TASK TO COMPLETE
Among the entries below, only the lines starting at the one with "tokens = [Colour(i, number, named)" and ending at the one with "inverse = beta()", both included, are to be printed exactly.

Collected data entries
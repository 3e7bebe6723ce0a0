"""Permutation groups on 0 … n−1: what leaves a table of numbers unchanged, and what follows from it."""
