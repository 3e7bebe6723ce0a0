"""Powers of a transfer matrix in exact symbols, for any number of colours.

Between two cuts without a common site each weight of a chain is one monomial in Boltzmann
factors. Colours that no energy singles out are represented by three of them: in a product of
matrices the sum over the colour in the middle meets those at the two ends, and one that is
neither, which stands for the remaining q − … colours.
"""

from __future__ import annotations

import itertools
from dataclasses import dataclass
from fractions import Fraction
from typing import Any

import numpy as np

from ...assemble.window import Degeneracy, SiteWeights, token_window
from ...declare.chain import Chain
from ...declare.states import StateSet
from ...declare.tokens import Colour
from ...errors import NotApplicable, TooLargeError
from ...tabulate.symbolic import beta, parameter_symbols, symbolic_table
from ..alphabet import Alphabet, Laurent
from ..boltzmann import Terms, boltzmann_terms, multiply, polynomial_terms
from .terms import Cuts

__all__ = ["WeightTable", "weight_table"]

#: States of the cut; exact powers of larger matrices take too long.
_STATES = 16
#: Colours without a meaning of their own that are written down.
_TOKENS = 3


@dataclass(frozen=True, eq=False)
class WeightTable:
    """The weights between two neighbouring cuts, one monomial per pair of states.

    Attributes
    ----------
    cuts : Cuts
        The cuts.
    alphabet : Alphabet
        Exponential classes; ln q is one where the number of colours is a symbol.
    weights : dict
        Terms of the allowed pairs of states.
    size : int
        States written down; the last three stand for any colours where ``others`` is set.
    others : Terms or None
        Number of colours besides those with a meaning, as a polynomial in q.
    number : sympy symbol or None
        q.
    """

    cuts: Cuts
    alphabet: Alphabet
    weights: dict[tuple[int, int], Terms]
    size: int
    others: Terms | None
    number: Any

    @property
    def pairs(self) -> list[tuple[int, int]]:
        """Pairs of states of which every pair is like one: all of them, or those without the third colour."""
        count = self.size if self.others is None else self.size - 1
        last = self.size - 2
        return [
            (i, j)
            for i, j in itertools.product(range(count), repeat=2)
            # With (a, other) and (other, a) once each, the second colour is only met beside the first.
            if self.others is None or last not in (i, j) or (i, j) == (last - 1, last)
        ]

    def kind(self, i: int) -> int:
        """Return the state that state i is like."""
        return i if self.others is None else min(i, self.size - _TOKENS)

    def label(self, i: int) -> str:
        """Return a state in words."""
        labels = self.cuts.labels
        return labels[i] if i < len(labels) else "another"

    def power(self, b: int) -> dict[tuple[int, int], Laurent | None]:
        """Return the b-th power of the matrix at `pairs` as sums of exponentials; None where it vanishes."""
        alphabet = self.alphabet
        scale = alphabet.scale(self.weights.values())
        zero = alphabet.ring.zero
        one = [[zero] * self.size for _ in range(self.size)]
        for (i, j), terms in self.weights.items():
            one[i][j] = alphabet.element(terms, scale)
        more = None if self.others is None else alphabet.element(self.others, (0,) * alphabet.width)
        result = one
        for _ in range(b - 1):
            result = self._product(result, one, more)
        whole = [b * s for s in scale]
        return {(i, j): alphabet.laurent(result[i][j], whole) if result[i][j] else None for i, j in self.pairs}

    def _product(self, left: Any, right: Any, more: Any) -> Any:
        n = self.size
        special = n if more is None else n - _TOKENS
        tokens = range(special, n)
        product = [[left[0][0].ring.zero] * n for _ in range(n)]
        for i, j in itertools.product(range(n), repeat=2):
            met = sorted({i, j} & {*tokens})
            total = sum((left[i][c] * right[c][j] for c in (*range(special), *met)), left[0][0].ring.zero)
            if more is not None:
                fresh = next(c for c in tokens if c not in met)
                total = total + (more - len(met)) * left[i][fresh] * right[fresh][j]
            product[i][j] = total
        return product


def weight_table(chain: Chain) -> WeightTable:
    """Tabulate the weights of a chain between neighbouring cuts exactly.

    Raises
    ------
    NotApplicable
        Cuts that overlap, or sites between them, or a weight that is a sum.
    TooLargeError
        More states than exact powers are good for.
    """
    tokened, number = _with_tokens(chain)
    window = token_window(tokened)
    if not window.left:
        raise NotApplicable("no term of this chain joins one cell with the next, so that nothing is renormalised")
    cuts = Cuts.of(window)
    if cuts.steps > 1 or cuts.summed:
        raise NotApplicable(
            "a recursion needs a chain whose terms join neighbouring cuts and leave no site between them; "
            "decimate(chain.at(…)) works for this chain with numbers"
        )
    size = len(window.left_states)
    if size > _STATES:
        raise TooLargeError(f"the cut of this chain has {size} states; recursions take up to {_STATES}", limit=_STATES)
    weights = _weights(tokened, cuts)
    terms = list(weights.values())
    others: Terms | None = None
    symbol = None
    if number is not None:
        import sympy as sp

        symbol = sp.Symbol(number, positive=True)
        others = polynomial_terms(symbol - (size - _TOKENS))
        terms.append(others)
    return WeightTable(cuts, Alphabet.of(terms), weights, size, others, symbol)


def _with_tokens(chain: Chain) -> tuple[Chain, str | None]:
    """Give a chain with a symbolic number of colours as many of them as a product of matrices meets."""
    number = next((states.number for states in chain.cell.values() if states.number is not None), None)
    if number is None:
        return chain, None
    if len(chain.cell) > 1:
        raise NotApplicable(
            f"a recursion for a symbolic number of colours, {number}, is made for one site per cell; "
            "give the number, as in colours(3)"
        )
    ((kind, states),) = chain.cell.items()
    named = states.special
    tokens = [Colour(i, number, named) for i in range(_TOKENS)]
    labels = [*map(str, named), "any", "another", "a third"]
    return chain.with_states({kind: StateSet([*named, *tokens], labels=labels)}), number


def _weights(chain: Chain, cuts: Cuts) -> dict[tuple[int, int], Terms]:
    symbols = parameter_symbols(chain)
    inverse = beta() if symbols["T"].is_Pow else 1 / symbols["T"]
    tables = [(_terms(chain, factor.source, symbols, inverse), factor.sites) for factor in cuts.window.factors]
    states = cuts.window.left_states
    found: dict[tuple[int, int], Terms] = {}
    for (i, left), (j, right) in itertools.product(enumerate(states), repeat=2):
        here = {**dict(zip(cuts.window.left, left, strict=True)), **dict(zip(cuts.right, right, strict=True))}
        product: Terms = {frozenset(): Fraction(1)}
        for table, sites in tables:
            product = multiply(product, table[tuple(here[site] for site in sites)])
        if len(product) > 1 or any(c < 0 for c in product.values()):
            raise NotApplicable(
                "a recursion needs weights that are single Boltzmann factors, and a weight of this chain is a sum; "
                "decimate(chain.at(…)) works with numbers"
            )
        if product:
            found[i, j] = product
    return found


def _terms(chain: Chain, source: Any, symbols: Any, inverse: Any) -> np.ndarray:
    if isinstance(source, (Degeneracy, SiteWeights)):
        numbers = source.states.weights if isinstance(source, Degeneracy) else source.weights
        flat: list[Terms] = [{frozenset(): Fraction(w)} if w else {} for w in numbers]
        shape: tuple[int, ...] = (len(flat),)
    else:
        table = symbolic_table(chain, source, symbols)
        weigh = polynomial_terms if source.role == "weight" else lambda energy: boltzmann_terms(energy, inverse)
        flat, shape = [dict(weigh(entry)) for entry in table.ravel()], table.shape
    result = np.empty(len(flat), dtype=object)
    result[:] = flat
    return result.reshape(shape)
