"""All symmetries of a table of labels: generators, found by individualising states and refining.

A base b₁, b₂, … of states is singled out one after another until refinement tells all states
apart. From the last base state to the first, states that could be images of b_k while
b₁ … b_{k−1} stay are tried, unless they lie in an orbit already known. Every generator is
compared with the whole table before it counts.
"""

from __future__ import annotations

from collections.abc import Iterator
from dataclasses import dataclass

import numpy as np

from .groups import PermutationGroup, transversal
from .permutations import preserves
from .refine import checked, hashed, mixed

__all__ = ["automorphisms"]


def automorphisms(table: np.ndarray, colours: np.ndarray | None = None) -> PermutationGroup:
    """Return the group of all permutations of the states that leave a table of labels unchanged.

    Parameters
    ----------
    table : ndarray of int, shape (n, n)
        Labels; `interned` makes them from numbers.
    colours : ndarray of int, shape (n,), optional
        A state goes to states of its own colour only.

    Returns
    -------
    PermutationGroup
        With generators for a base, and its exact order.

    Raises
    ------
    ValueError
        Not a square table of integers, or not one colour per state.

    Notes
    -----
    Individualisation and refinement with orbit pruning (B. D. McKay, Congr. Numer. 30, 45 (1981),
    from memory). Tables exist for which the search takes a time exponential in n; those of
    transfer matrices are far from them.

    Examples
    --------
    Four states that only know whether they are equal, and a ring of four:

    >>> automorphisms(np.eye(4, dtype=int)).order
    24
    >>> ring = np.array([[0, 1, 2, 1], [1, 0, 1, 2], [2, 1, 0, 1], [1, 2, 1, 0]])
    >>> automorphisms(ring).order
    8
    """
    labels = checked(table)
    n = len(labels)
    search = _Search(labels, _start(labels, colours))
    path = [search.root]
    while (cell := path[-1].target()) is not None:
        path.append(search.single(path[-1], int(cell[0])))
    generators: list[np.ndarray] = []
    orbit_sizes: list[int] = []
    for level in range(len(path) - 2, -1, -1):
        node = path[level]
        cell = node.target()
        assert cell is not None, "only the last state of the path is discrete"
        orbit = transversal(generators, int(cell[0]), n)
        refused = np.zeros(n, dtype=bool)
        for candidate in cell[1:].tolist():
            if candidate in orbit or refused[candidate]:
                continue
            found = search.image(path, level, candidate)
            if found is None:
                refused[list(transversal(generators, candidate, n))] = True
                continue
            generators.append(found)
            orbit = transversal(generators, int(cell[0]), n)
        orbit_sizes.insert(0, len(orbit))
    base = [int(node.target()[0]) for node in path[:-1]]  # type: ignore[index]
    return PermutationGroup(n, tuple(reversed(generators)), tuple(base), tuple(orbit_sizes))


def _start(labels: np.ndarray, colours: np.ndarray | None) -> np.ndarray:
    n = len(labels)
    diagonal = mixed(labels.diagonal(), 1)
    if colours is None:
        return diagonal
    colours = np.asarray(colours)
    if colours.shape != (n,) or colours.dtype.kind not in "iu":
        raise ValueError(
            f"colours must be {n} integers, one per state of the table, got {colours.dtype} of shape {colours.shape}"
        )
    return mixed(colours, 2) + diagonal


@dataclass(frozen=True, eq=False)
class _Node:
    """A partition whose class numbers do not depend on the names of the states."""

    classes: np.ndarray
    sizes: np.ndarray
    trace: bytes

    def target(self) -> np.ndarray | None:
        """Return the largest class with several states, the first of several; ``None`` when there is none."""
        largest = int(self.sizes.argmax()) if len(self.sizes) else 0
        if not len(self.sizes) or self.sizes[largest] == 1:
            return None
        return np.flatnonzero(self.classes == largest)


class _Search:
    """Refinement of one table, with the hashed labels kept."""

    def __init__(self, labels: np.ndarray, start: np.ndarray) -> None:
        self.labels = labels
        n = len(labels)
        self.numbers = hashed(labels)
        self.row, self.column, self.own = (mixed(np.arange(n + 1), 10 + k) for k in range(3))
        self.root = self.refine(start)

    def refine(self, signature: np.ndarray) -> _Node:
        """Number the classes by their sorted signatures and count until no class splits."""
        n = len(signature)
        trace: list[bytes] = []
        count = 0
        while True:
            order = np.argsort(signature)
            values = signature[order]
            new = np.empty(n, dtype=bool)
            new[:1] = True
            np.not_equal(values[1:], values[:-1], out=new[1:])
            starts = new.nonzero()[0]
            sizes = np.diff(starts, append=n)
            trace += (values[starts].tobytes(), sizes.tobytes())
            classes = np.empty(n, dtype=np.intp)
            classes[order] = np.cumsum(new) - 1
            if len(starts) == count:
                return _Node(classes, sizes, b"".join(trace))
            count = len(starts)
            if count == n:
                return _Node(classes, sizes, b"".join(trace))
            signature = self.own[classes]
            signature += np.einsum("ij,j->i", self.numbers, self.row[classes])
            signature += np.einsum("ij,i->j", self.numbers, self.column[classes])

    def single(self, node: _Node, state: int) -> _Node:
        """Single out one state and refine."""
        signature = self.own[node.classes]
        signature[state] = self.own[-1] ^ signature[state]
        return self.refine(signature)

    def image(self, path: list[_Node], level: int, candidate: int) -> np.ndarray | None:
        """Return a symmetry that fixes the base up to ``level`` and moves the next base state to ``candidate``."""
        trail: list[Iterator[_Node]] = [iter([self.single(path[level], candidate)])]
        while trail:
            node = next(trail[-1], None)
            if node is None:
                trail.pop()
                continue
            depth = level + len(trail)
            if node.trace != path[depth].trace:
                continue
            guess = _matched(path[depth], node)
            if preserves(guess, self.labels):
                return guess
            cell = node.target()
            if cell is not None:
                trail.append(self.single(node, state) for state in cell.tolist())
        return None


def _matched(left: _Node, right: _Node) -> np.ndarray:
    """Map classes to the classes of the same number, keeping in place what lies in both, the rest in order."""
    n = len(left.classes)
    image = np.where(left.classes == right.classes, np.arange(n), -1)
    free, taken = image < 0, np.zeros(n, dtype=bool)
    taken[image[~free]] = True
    sources, targets = np.flatnonzero(free), np.flatnonzero(~taken)
    sources = sources[np.argsort(left.classes[sources], kind="stable")]
    targets = targets[np.argsort(right.classes[targets], kind="stable")]
    image[sources] = targets
    return image
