"""Small linear algebra in exact fractions."""

from __future__ import annotations

from fractions import Fraction

import numpy as np

__all__ = ["inverse_rows", "kernel"]


def kernel(rows: list[list[Fraction]]) -> tuple[np.ndarray, tuple[int, ...]]:
    """Return a basis of the kernel of a square matrix, as columns, with unit vectors in the rows returned.

    Examples
    --------
    >>> basis, rows = kernel([[Fraction(1), Fraction(2)], [Fraction(2), Fraction(4)]])
    >>> basis.tolist(), rows
    ([[Fraction(-2, 1)], [Fraction(1, 1)]], (1,))
    """
    n = len(rows)
    rows = [row.copy() for row in rows]
    leads: list[int] = []
    for column in range(n):
        top = len(leads)
        pivot = next((r for r in range(top, n) if rows[r][column]), None)
        if pivot is None:
            continue
        rows[top], rows[pivot] = rows[pivot], rows[top]
        factor = rows[top][column]
        rows[top] = [x / factor if x else x for x in rows[top]]
        for r in range(n):
            factor = rows[r][column]
            if r != top and factor:
                rows[r] = [x - factor * y if y else x for x, y in zip(rows[r], rows[top], strict=True)]
        leads.append(column)
    free = [c for c in range(n) if c not in set(leads)]
    basis = np.full((n, len(free)), Fraction(0), dtype=object)
    for k, column in enumerate(free):
        basis[column, k] = Fraction(1)
        for row, lead in enumerate(leads):
            basis[lead, k] = -rows[row][column]
    return basis, tuple(free)


def inverse_rows(rows: list[list[Fraction]]) -> list[list[Fraction]] | None:
    """Return the inverse of a square matrix of fractions; ``None`` when there is none.

    Examples
    --------
    >>> inverse_rows([[Fraction(2), Fraction(1)], [Fraction(0), Fraction(1)]])
    [[Fraction(1, 2), Fraction(-1, 2)], [Fraction(0, 1), Fraction(1, 1)]]
    """
    n = len(rows)
    wide = [[*map(Fraction, row), *(Fraction(i == j) for j in range(n))] for i, row in enumerate(rows)]
    for k in range(n):
        pivot = next((r for r in range(k, n) if wide[r][k]), None)
        if pivot is None:
            return None
        wide[k], wide[pivot] = wide[pivot], wide[k]
        wide[k] = [x / wide[k][k] for x in wide[k]]
        for r in range(n):
            if r != k and wide[r][k]:
                wide[r] = [x - wide[r][k] * y for x, y in zip(wide[r], wide[k], strict=True)]
    return [row[n:] for row in wide]
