"""Writing a table of renormalised energies with a chain's own parameters, and naming what is left over."""

from __future__ import annotations

from collections.abc import Sequence
from dataclasses import dataclass

import numpy as np

from .terms import Cuts, OwnTerms

__all__ = ["Basis", "Fit", "fit_energies", "symmetric_gauge"]

#: Share of a column outside the span of the others below which it counts as dependent.
_DEPENDENT = 1e-9
#: Misfit, relative to the spread of the energies and to T, that rounding explains.
_ROUNDING = 1e-12


@dataclass(frozen=True, eq=False)
class Fit:
    """Energies as C + own terms + further couplings + gauge, at a batch of points.

    Attributes
    ----------
    constant : ndarray, shape (batch,)
        C.
    parameters : dict of str to ndarray
        Own parameters that can be told apart.
    held : tuple of str
        Own parameters that act like others, or like nothing, and keep their values.
    couplings : dict of str to ndarray
        What the own terms cannot say; only couplings that are not rounding.
    residual : ndarray, shape (batch,)
        Largest misfit of the own terms alone; 0 where rounding explains it.
    closes : ndarray of bool, shape (batch,)
        Whether the own terms say everything, forbidden pairs included.
    changed : tuple of str
        Pairs that are forbidden now and were not, or the other way round.
    """

    constant: np.ndarray
    parameters: dict[str, np.ndarray]
    held: tuple[str, ...]
    couplings: dict[str, np.ndarray]
    residual: np.ndarray
    closes: np.ndarray
    changed: tuple[str, ...] = ()


class Basis:
    """Columns over the allowed pairs of states, kept only where they add a direction."""

    def __init__(self, rows: np.ndarray) -> None:
        self.rows = rows
        self.names: list[str | None] = []
        self.columns: list[np.ndarray] = []
        self._directions = np.zeros((int(rows.sum()), 0))

    def add(self, table: np.ndarray, name: str | None = None) -> bool:
        """Add a table; False when it says nothing new."""
        column = table[self.rows]
        rest = column - self._directions @ (self._directions.T @ column)
        rest = rest - self._directions @ (self._directions.T @ rest)
        length = float(np.linalg.norm(rest))
        if length <= _DEPENDENT * max(float(np.linalg.norm(column)), 1e-300):
            return False
        self._directions = np.column_stack([self._directions, rest / length])
        self.columns.append(column)
        self.names.append(name)
        return True

    @property
    def is_full(self) -> bool:
        """Whether every table can be written."""
        return self._directions.shape[0] == self._directions.shape[1]

    def solve(self, target: np.ndarray) -> tuple[np.ndarray, np.ndarray]:
        """Return the coefficients of (rows, batch) and the largest misfit per point."""
        matrix = np.column_stack(self.columns)
        found = np.linalg.lstsq(matrix, target, rcond=None)[0]
        misfit = target - matrix @ found
        again = np.linalg.lstsq(matrix, misfit, rcond=None)[0]
        return found + again, np.abs(misfit).max(axis=0, initial=0.0)


def fit_energies(
    energies: np.ndarray, own: OwnTerms | str, cuts: Cuts, T: np.ndarray, old: dict[str, np.ndarray]
) -> Fit:
    """Write energies (n, n, batch) of one pattern of forbidden pairs with a chain's own terms.

    Parameters
    ----------
    energies : ndarray
        inf at the same pairs for every point.
    own : OwnTerms or str
        The terms; a string where there are none that could be used.
    cuts : Cuts
        Names further couplings.
    T, old : ndarray, dict of ndarray
        Temperatures and present values of the parameters, shape (batch,).
    """
    rows = np.isfinite(energies[..., 0])
    n = len(rows)
    basis = Basis(rows)
    basis.add(np.ones((n, n)))
    for a in range(n - 1):
        # The gauge g(b) − g(a), one state after the other.
        gauge = np.zeros((n, n))
        gauge[:, a] += 1
        gauge[a, :] -= 1
        basis.add(gauge)
    target = energies[rows]
    broken: list[tuple[int, int]] = []
    lost: list[tuple[int, int]] = []
    held: list[str] = []
    if isinstance(own, OwnTerms):
        free = np.isfinite(own.constant)
        broken, lost = _pairs(rows & ~free), _pairs(free & ~rows)
        base = np.where(free, own.constant, 0)[rows][:, None] - T * own.log[rows][:, None]
        for name, table in own.slopes.items():
            if not basis.add(table, name):
                held.append(name)
                base = base + table[rows][:, None] * old[name]
        target = target - base
    parameters = [name for name in basis.names if name]
    found, misfit = basis.solve(target)
    scale = np.abs(energies[rows] - energies[rows].mean(axis=0)).max(axis=0, initial=0.0) + T
    misfit = np.where(misfit <= _ROUNDING * scale, 0.0, misfit)
    closes = (misfit == 0) & (isinstance(own, OwnTerms) and not broken and not lost)
    constant, values = found[0], dict(zip(basis.names, found, strict=True))
    couplings = {cuts.indicator(*pair)[0]: np.full_like(T, np.inf) for pair in lost}
    if broken or misfit.any():
        constant, values = _complete(basis, cuts, target, broken)
        for coupling, value in values.items():
            if coupling and coupling not in parameters and (np.abs(value) > 10 * _ROUNDING * scale).any():
                couplings[coupling] = value
    own_values = {name: _cleared(values[name], old[name], scale) for name in parameters}
    changed = tuple(cuts.indicator(*pair)[0] for pair in (*broken, *lost))
    return Fit(constant, own_values, tuple(held), couplings, misfit, closes, changed)


def _cleared(new: np.ndarray, old: np.ndarray, scale: np.ndarray) -> np.ndarray:
    """Take rounding for 0 where the parameter was 0, as that of a symmetry stays."""
    return np.where((old == 0) & (np.abs(new) <= _ROUNDING * scale), 0.0, new)


def _complete(
    basis: Basis, cuts: Cuts, target: np.ndarray, broken: Sequence[tuple[int, int]]
) -> tuple[np.ndarray, dict[str | None, np.ndarray]]:
    """Add couplings, the simplest first, until every table can be written, and solve again."""
    for pair in broken:
        basis.add(cuts.indicator(*pair)[1], cuts.indicator(*pair)[0])
    for name, table in cuts.couplings():
        if basis.is_full:
            break
        basis.add(table, name)
    found, _ = basis.solve(target)
    return found[0], dict(zip(basis.names, found, strict=True))


def _pairs(mask: np.ndarray) -> list[tuple[int, int]]:
    return [(int(a), int(b)) for a, b in np.argwhere(mask)]


def symmetric_gauge(energies: np.ndarray) -> np.ndarray:
    """Add g(a) − g(b) to energies (n, n, batch) so that they are as symmetric as they can be.

    Least squares on E(a, b) − E(b, a) over the pairs that are allowed both ways; in a chain
    that looks the same from both ends nothing of it is left.

    Examples
    --------
    >>> symmetric_gauge(np.array([[[0.0], [3.0]], [[1.0], [0.0]]]))[..., 0].tolist()
    [[0.0, 2.0], [2.0, 0.0]]
    """
    n = len(energies)
    both = np.isfinite(energies[..., 0]) & np.isfinite(energies[..., 0].T)
    a, b = np.nonzero(np.triu(both, 1))
    if not len(a):
        return energies
    design = np.zeros((len(a), n))
    design[np.arange(len(a)), b] += 2
    design[np.arange(len(a)), a] -= 2
    g = np.linalg.lstsq(design, energies[a, b] - energies[b, a], rcond=None)[0]
    return energies + g[:, None] - g[None, :]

WORKED SOLUTION
    tokens = [Colour(i, number, named) for i in range(_TOKENS)]
    labels = [*map(str, named), "any", "another", "a third"]
    return chain.with_states({kind: StateSet([*named, *tokens], labels=labels)}), number


def _weights(chain: Chain, cuts: Cuts) -> dict[tuple[int, int], Terms]:
    symbols = parameter_symbols(chain)
    inverse = beta() if symbols["T"].is_Pow else 1 / symbols["T"]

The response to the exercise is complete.